What you have to do: From the opening line of the records through the line bearing "levels && levels->value.IsSequence()", set down every line exactly.

(Stored items)
%%

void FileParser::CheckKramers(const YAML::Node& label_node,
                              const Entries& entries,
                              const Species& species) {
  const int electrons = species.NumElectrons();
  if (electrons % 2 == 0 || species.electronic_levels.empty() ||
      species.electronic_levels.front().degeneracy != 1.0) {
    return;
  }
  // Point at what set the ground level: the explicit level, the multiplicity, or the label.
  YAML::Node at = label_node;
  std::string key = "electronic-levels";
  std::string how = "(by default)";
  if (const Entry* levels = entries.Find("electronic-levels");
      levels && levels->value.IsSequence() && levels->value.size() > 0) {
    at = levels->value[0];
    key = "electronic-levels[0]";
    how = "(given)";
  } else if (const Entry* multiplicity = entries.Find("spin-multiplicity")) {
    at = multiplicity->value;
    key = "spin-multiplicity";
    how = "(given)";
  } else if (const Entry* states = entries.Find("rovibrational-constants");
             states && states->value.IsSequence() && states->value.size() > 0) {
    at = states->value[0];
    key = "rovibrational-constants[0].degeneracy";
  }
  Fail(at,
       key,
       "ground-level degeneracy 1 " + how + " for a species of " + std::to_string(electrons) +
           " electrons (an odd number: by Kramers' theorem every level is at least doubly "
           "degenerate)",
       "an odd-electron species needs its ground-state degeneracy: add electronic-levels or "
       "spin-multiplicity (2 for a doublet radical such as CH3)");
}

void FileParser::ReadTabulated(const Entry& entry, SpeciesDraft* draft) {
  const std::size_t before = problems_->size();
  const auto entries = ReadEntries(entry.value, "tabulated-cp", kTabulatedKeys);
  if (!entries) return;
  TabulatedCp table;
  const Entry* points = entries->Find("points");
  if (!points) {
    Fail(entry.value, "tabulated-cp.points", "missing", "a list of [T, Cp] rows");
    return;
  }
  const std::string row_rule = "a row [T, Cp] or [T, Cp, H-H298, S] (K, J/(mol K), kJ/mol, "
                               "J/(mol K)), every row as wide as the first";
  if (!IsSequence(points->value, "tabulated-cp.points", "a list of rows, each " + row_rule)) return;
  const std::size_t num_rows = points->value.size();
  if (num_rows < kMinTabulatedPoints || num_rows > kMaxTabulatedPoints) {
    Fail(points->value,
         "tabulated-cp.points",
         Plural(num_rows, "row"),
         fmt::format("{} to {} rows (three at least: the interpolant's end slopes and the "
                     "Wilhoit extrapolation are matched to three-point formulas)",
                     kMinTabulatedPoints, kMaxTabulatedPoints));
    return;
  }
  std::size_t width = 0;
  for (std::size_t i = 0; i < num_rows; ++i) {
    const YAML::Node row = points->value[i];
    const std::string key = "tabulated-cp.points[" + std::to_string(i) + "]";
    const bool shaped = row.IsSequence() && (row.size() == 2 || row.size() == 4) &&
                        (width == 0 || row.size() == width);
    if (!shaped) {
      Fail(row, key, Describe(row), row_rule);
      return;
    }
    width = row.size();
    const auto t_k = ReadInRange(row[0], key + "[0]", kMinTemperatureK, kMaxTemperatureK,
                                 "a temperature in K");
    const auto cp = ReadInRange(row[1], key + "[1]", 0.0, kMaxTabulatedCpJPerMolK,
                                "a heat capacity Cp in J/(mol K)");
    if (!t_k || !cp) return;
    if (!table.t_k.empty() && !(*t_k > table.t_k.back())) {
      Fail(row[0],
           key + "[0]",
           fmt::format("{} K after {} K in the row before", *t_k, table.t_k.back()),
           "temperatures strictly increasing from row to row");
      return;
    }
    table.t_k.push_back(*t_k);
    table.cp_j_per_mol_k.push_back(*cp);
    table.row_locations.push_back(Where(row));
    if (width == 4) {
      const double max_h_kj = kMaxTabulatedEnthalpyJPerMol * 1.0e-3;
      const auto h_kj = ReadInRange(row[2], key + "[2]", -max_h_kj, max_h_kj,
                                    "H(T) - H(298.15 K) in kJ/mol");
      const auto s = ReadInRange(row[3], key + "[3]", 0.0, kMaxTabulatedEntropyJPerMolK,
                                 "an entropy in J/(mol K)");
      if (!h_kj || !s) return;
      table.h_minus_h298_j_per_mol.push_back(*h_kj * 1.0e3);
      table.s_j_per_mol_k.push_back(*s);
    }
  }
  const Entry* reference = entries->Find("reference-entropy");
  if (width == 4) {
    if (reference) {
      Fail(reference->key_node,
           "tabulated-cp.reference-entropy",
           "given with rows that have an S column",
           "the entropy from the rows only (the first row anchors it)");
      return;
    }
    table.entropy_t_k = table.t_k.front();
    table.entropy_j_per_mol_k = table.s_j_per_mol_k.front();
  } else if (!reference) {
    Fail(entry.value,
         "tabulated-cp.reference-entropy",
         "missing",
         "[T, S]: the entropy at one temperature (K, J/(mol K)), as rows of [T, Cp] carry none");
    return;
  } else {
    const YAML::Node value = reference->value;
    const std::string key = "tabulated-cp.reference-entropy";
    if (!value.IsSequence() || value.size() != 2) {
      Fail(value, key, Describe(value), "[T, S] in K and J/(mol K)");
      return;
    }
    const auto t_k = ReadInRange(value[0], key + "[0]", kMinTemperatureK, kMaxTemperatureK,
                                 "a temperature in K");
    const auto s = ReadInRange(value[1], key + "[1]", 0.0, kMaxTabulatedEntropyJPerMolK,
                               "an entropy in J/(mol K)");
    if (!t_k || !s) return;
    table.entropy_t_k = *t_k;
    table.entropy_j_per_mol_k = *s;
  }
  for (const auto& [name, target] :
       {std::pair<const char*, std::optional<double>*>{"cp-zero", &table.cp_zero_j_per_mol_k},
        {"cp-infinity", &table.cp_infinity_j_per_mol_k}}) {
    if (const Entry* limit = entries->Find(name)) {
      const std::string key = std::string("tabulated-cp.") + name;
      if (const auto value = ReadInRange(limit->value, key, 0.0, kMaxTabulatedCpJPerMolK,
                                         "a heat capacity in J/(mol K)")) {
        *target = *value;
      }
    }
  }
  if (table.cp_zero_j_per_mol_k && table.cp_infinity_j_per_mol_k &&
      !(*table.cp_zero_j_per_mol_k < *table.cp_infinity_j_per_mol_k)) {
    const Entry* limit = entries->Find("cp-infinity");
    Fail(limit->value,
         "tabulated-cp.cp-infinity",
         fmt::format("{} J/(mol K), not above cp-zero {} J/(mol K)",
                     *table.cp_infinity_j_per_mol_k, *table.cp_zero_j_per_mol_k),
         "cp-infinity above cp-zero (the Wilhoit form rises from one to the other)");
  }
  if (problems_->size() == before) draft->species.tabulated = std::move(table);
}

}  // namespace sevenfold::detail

%%

Answer:
void FileParser::CheckKramers(const YAML::Node& label_node,
                              const Entries& entries,
                              const Species& species) {
  const int electrons = species.NumElectrons();
  if (electrons % 2 == 0 || species.electronic_levels.empty() ||
      species.electronic_levels.front().degeneracy != 1.0) {
    return;
  }
  // Point at what set the ground level: the explicit level, the multiplicity, or the label.
  YAML::Node at = label_node;
  std::string key = "electronic-levels";
  std::string how = "(by default)";
  if (const Entry* levels = entries.Find("electronic-levels");
      levels && levels->value.IsSequence() && levels->value.size() > 0) {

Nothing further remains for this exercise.